- Description of the task -
Copy every entry precisely.

[Collected data entries]
__________________________________________________

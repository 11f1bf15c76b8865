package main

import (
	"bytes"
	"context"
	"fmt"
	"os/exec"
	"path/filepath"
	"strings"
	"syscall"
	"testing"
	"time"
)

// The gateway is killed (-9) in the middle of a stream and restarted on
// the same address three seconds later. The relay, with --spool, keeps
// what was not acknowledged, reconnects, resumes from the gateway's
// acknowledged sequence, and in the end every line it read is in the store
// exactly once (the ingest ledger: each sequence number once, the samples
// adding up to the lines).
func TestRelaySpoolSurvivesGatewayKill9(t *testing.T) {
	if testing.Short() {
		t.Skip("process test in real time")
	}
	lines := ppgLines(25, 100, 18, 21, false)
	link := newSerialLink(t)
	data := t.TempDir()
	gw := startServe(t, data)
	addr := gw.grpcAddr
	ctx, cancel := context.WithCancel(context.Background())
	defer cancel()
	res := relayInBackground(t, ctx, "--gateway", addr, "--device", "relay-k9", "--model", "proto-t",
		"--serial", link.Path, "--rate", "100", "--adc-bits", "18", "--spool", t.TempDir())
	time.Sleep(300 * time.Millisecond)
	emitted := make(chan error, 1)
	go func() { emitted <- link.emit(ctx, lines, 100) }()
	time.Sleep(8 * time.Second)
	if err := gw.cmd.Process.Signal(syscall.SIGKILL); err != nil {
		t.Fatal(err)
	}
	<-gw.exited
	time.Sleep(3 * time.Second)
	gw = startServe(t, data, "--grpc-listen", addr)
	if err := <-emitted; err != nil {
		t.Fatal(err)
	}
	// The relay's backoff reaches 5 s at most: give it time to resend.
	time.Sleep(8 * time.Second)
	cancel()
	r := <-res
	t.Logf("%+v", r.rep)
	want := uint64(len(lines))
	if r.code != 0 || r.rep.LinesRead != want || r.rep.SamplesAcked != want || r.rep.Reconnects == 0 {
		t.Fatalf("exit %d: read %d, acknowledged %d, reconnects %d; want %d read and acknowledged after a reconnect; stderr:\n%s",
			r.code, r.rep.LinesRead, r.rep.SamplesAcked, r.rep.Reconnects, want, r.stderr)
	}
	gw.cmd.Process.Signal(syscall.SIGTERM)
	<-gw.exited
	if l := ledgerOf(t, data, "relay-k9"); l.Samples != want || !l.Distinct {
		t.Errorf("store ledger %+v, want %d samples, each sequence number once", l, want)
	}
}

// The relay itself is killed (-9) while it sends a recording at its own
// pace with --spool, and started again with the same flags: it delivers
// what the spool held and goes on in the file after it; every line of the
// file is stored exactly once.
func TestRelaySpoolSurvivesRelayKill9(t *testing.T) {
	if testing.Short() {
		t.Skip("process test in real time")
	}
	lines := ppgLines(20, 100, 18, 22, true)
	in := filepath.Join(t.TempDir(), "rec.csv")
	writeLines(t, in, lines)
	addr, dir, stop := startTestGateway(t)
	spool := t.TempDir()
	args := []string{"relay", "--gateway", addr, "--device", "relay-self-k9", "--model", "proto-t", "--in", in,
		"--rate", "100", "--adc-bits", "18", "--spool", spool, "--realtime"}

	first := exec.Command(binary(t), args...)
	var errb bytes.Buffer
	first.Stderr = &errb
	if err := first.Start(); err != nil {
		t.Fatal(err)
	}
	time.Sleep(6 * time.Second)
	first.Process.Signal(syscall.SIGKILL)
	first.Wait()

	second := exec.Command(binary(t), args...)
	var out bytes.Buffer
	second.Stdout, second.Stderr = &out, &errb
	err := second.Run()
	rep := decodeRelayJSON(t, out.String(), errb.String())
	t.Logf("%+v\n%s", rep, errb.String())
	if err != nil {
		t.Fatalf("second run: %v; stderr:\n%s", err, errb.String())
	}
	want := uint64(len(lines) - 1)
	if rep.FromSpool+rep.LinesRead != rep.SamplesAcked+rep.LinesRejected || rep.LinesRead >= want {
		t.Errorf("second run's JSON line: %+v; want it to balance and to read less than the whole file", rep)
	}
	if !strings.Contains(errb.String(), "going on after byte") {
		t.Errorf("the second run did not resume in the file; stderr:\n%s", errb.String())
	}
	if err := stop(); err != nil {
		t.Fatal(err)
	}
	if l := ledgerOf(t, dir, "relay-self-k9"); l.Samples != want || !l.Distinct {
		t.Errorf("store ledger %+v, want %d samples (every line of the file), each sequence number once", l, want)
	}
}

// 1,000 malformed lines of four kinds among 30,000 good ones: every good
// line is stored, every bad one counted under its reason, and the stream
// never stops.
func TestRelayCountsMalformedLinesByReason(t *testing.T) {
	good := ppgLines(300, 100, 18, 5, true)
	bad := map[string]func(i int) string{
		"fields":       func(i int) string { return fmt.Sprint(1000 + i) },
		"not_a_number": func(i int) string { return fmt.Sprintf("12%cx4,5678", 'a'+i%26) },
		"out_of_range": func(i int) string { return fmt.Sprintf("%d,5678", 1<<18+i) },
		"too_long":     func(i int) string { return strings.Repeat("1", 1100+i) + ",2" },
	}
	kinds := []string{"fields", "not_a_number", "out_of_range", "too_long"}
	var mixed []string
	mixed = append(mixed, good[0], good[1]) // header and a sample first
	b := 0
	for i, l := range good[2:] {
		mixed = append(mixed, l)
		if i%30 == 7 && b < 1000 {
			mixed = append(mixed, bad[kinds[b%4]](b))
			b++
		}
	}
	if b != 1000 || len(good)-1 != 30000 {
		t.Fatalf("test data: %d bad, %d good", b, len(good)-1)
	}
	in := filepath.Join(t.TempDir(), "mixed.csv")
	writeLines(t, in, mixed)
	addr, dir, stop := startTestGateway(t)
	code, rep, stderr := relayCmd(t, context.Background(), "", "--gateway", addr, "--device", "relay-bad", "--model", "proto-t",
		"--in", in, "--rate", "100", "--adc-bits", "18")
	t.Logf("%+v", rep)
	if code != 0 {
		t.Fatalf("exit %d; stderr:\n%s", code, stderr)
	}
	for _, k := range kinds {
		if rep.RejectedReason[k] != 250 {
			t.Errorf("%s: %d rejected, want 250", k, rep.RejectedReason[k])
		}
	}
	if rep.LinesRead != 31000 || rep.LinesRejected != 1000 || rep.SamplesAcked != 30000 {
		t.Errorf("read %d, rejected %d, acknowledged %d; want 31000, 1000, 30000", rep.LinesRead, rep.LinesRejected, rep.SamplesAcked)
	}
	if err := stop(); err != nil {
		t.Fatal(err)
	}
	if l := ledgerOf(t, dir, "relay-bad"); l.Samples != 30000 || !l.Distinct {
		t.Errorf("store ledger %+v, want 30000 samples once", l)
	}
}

__________________________________________________

- Answer section -
repository 11f1bf15c76b8865
package main

import (
	"bytes"
	"context"
	"fmt"
	"os/exec"
	"path/filepath"
	"strings"
	"syscall"
	"testing"
	"time"
)

// The gateway is killed (-9) in the middle of a stream and restarted on
// the same address three seconds later. The relay, with --spool, keeps
// what was not acknowledged, reconnects, resumes from the gateway's
// acknowledged sequence, and in the end every line it read is in the store
// exactly once (the ingest ledger: each sequence number once, the samples
// adding up to the lines).
func TestRelaySpoolSurvivesGatewayKill9(t *testing.T) {
	if testing.Short() {
		t.Skip("process test in real time")
	}
	lines := ppgLines(25, 100, 18, 21, false)
	link := newSerialLink(t)
	data := t.TempDir()
	gw := startServe(t, data)
	addr := gw.grpcAddr
	ctx, cancel := context.WithCancel(context.Background())
	defer cancel()
	res := relayInBackground(t, ctx, "--gateway", addr, "--device", "relay-k9", "--model", "proto-t",
		"--serial", link.Path, "--rate", "100", "--adc-bits", "18", "--spool", t.TempDir())
	time.Sleep(300 * time.Millisecond)
	emitted := make(chan error, 1)
	go func() { emitted <- link.emit(ctx, lines, 100) }()
	time.Sleep(8 * time.Second)
	if err := gw.cmd.Process.Signal(syscall.SIGKILL); err != nil {
		t.Fatal(err)
	}
	<-gw.exited
	time.Sleep(3 * time.Second)
	gw = startServe(t, data, "--grpc-listen", addr)
	if err := <-emitted; err != nil {
		t.Fatal(err)
	}
	// The relay's backoff reaches 5 s at most: give it time to resend.
	time.Sleep(8 * time.Second)
	cancel()
	r := <-res
	t.Logf("%+v", r.rep)
	want := uint64(len(lines))
	if r.code != 0 || r.rep.LinesRead != want || r.rep.SamplesAcked != want || r.rep.Reconnects == 0 {
		t.Fatalf("exit %d: read %d, acknowledged %d, reconnects %d; want %d read and acknowledged after a reconnect; stderr:\n%s",
			r.code, r.rep.LinesRead, r.rep.SamplesAcked, r.rep.Reconnects, want, r.stderr)
	}
	gw.cmd.Process.Signal(syscall.SIGTERM)
	<-gw.exited
	if l := ledgerOf(t, data, "relay-k9"); l.Samples != want || !l.Distinct {
		t.Errorf("store ledger %+v, want %d samples, each sequence number once", l, want)
	}
}

// The relay itself is killed (-9) while it sends a recording at its own
// pace with --spool, and started again with the same flags: it delivers
// what the spool held and goes on in the file after it; every line of the
// file is stored exactly once.
func TestRelaySpoolSurvivesRelayKill9(t *testing.T) {
	if testing.Short() {
		t.Skip("process test in real time")
	}
	lines := ppgLines(20, 100, 18, 22, true)
	in := filepath.Join(t.TempDir(), "rec.csv")
	writeLines(t, in, lines)
	addr, dir, stop := startTestGateway(t)
	spool := t.TempDir()
	args := []string{"relay", "--gateway", addr, "--device", "relay-self-k9", "--model", "proto-t", "--in", in,
		"--rate", "100", "--adc-bits", "18", "--spool", spool, "--realtime"}

	first := exec.Command(binary(t), args...)
	var errb bytes.Buffer
	first.Stderr = &errb
	if err := first.Start(); err != nil {
		t.Fatal(err)
	}
	time.Sleep(6 * time.Second)
	first.Process.Signal(syscall.SIGKILL)
	first.Wait()

	second := exec.Command(binary(t), args...)
	var out bytes.Buffer
	second.Stdout, second.Stderr = &out, &errb
	err := second.Run()
	rep := decodeRelayJSON(t, out.String(), errb.String())
	t.Logf("%+v\n%s", rep, errb.String())
	if err != nil {
		t.Fatalf("second run: %v; stderr:\n%s", err, errb.String())
	}
	want := uint64(len(lines) - 1)
	if rep.FromSpool+rep.LinesRead != rep.SamplesAcked+rep.LinesRejected || rep.LinesRead >= want {
		t.Errorf("second run's JSON line: %+v; want it to balance and to read less than the whole file", rep)
	}
	if !strings.Contains(errb.String(), "going on after byte") {
		t.Errorf("the second run did not resume in the file; stderr:\n%s", errb.String())
	}
	if err := stop(); err != nil {
		t.Fatal(err)
	}
	if l := ledgerOf(t, dir, "relay-self-k9"); l.Samples != want || !l.Distinct {
		t.Errorf("store ledger %+v, want %d samples (every line of the file), each sequence number once", l, want)
	}
}

// 1,000 malformed lines of four kinds among 30,000 good ones: every good
// line is stored, every bad one counted under its reason, and the stream
// never stops.
func TestRelayCountsMalformedLinesByReason(t *testing.T) {
	good := ppgLines(300, 100, 18, 5, true)
	bad := map[string]func(i int) string{
		"fields":       func(i int) string { return fmt.Sprint(1000 + i) },
		"not_a_number": func(i int) string { return fmt.Sprintf("12%cx4,5678", 'a'+i%26) },
		"out_of_range": func(i int) string { return fmt.Sprintf("%d,5678", 1<<18+i) },
		"too_long":     func(i int) string { return strings.Repeat("1", 1100+i) + ",2" },
	}
	kinds := []string{"fields", "not_a_number", "out_of_range", "too_long"}
	var mixed []string
	mixed = append(mixed, good[0], good[1]) // header and a sample first
	b := 0
	for i, l := range good[2:] {
		mixed = append(mixed, l)
		if i%30 == 7 && b < 1000 {
			mixed = append(mixed, bad[kinds[b%4]](b))
			b++
		}
	}
	if b != 1000 || len(good)-1 != 30000 {
		t.Fatalf("test data: %d bad, %d good", b, len(good)-1)
	}
	in := filepath.Join(t.TempDir(), "mixed.csv")
	writeLines(t, in, mixed)
	addr, dir, stop := startTestGateway(t)
	code, rep, stderr := relayCmd(t, context.Background(), "", "--gateway", addr, "--device", "relay-bad", "--model", "proto-t",
		"--in", in, "--rate", "100", "--adc-bits", "18")
	t.Logf("%+v", rep)
	if code != 0 {
		t.Fatalf("exit %d; stderr:\n%s", code, stderr)
	}
	for _, k := range kinds {
		if rep.RejectedReason[k] != 250 {
			t.Errorf("%s: %d rejected, want 250", k, rep.RejectedReason[k])
		}
	}
	if rep.LinesRead != 31000 || rep.LinesRejected != 1000 || rep.SamplesAcked != 30000 {
		t.Errorf("read %d, rejected %d, acknowledged %d; want 31000, 1000, 30000", rep.LinesRead, rep.LinesRejected, rep.SamplesAcked)
	}
	if err := stop(); err != nil {
		t.Fatal(err)
	}
	if l := ledgerOf(t, dir, "relay-bad"); l.Samples != 30000 || !l.Distinct {
		t.Errorf("store ledger %+v, want 30000 samples once", l)
	}
}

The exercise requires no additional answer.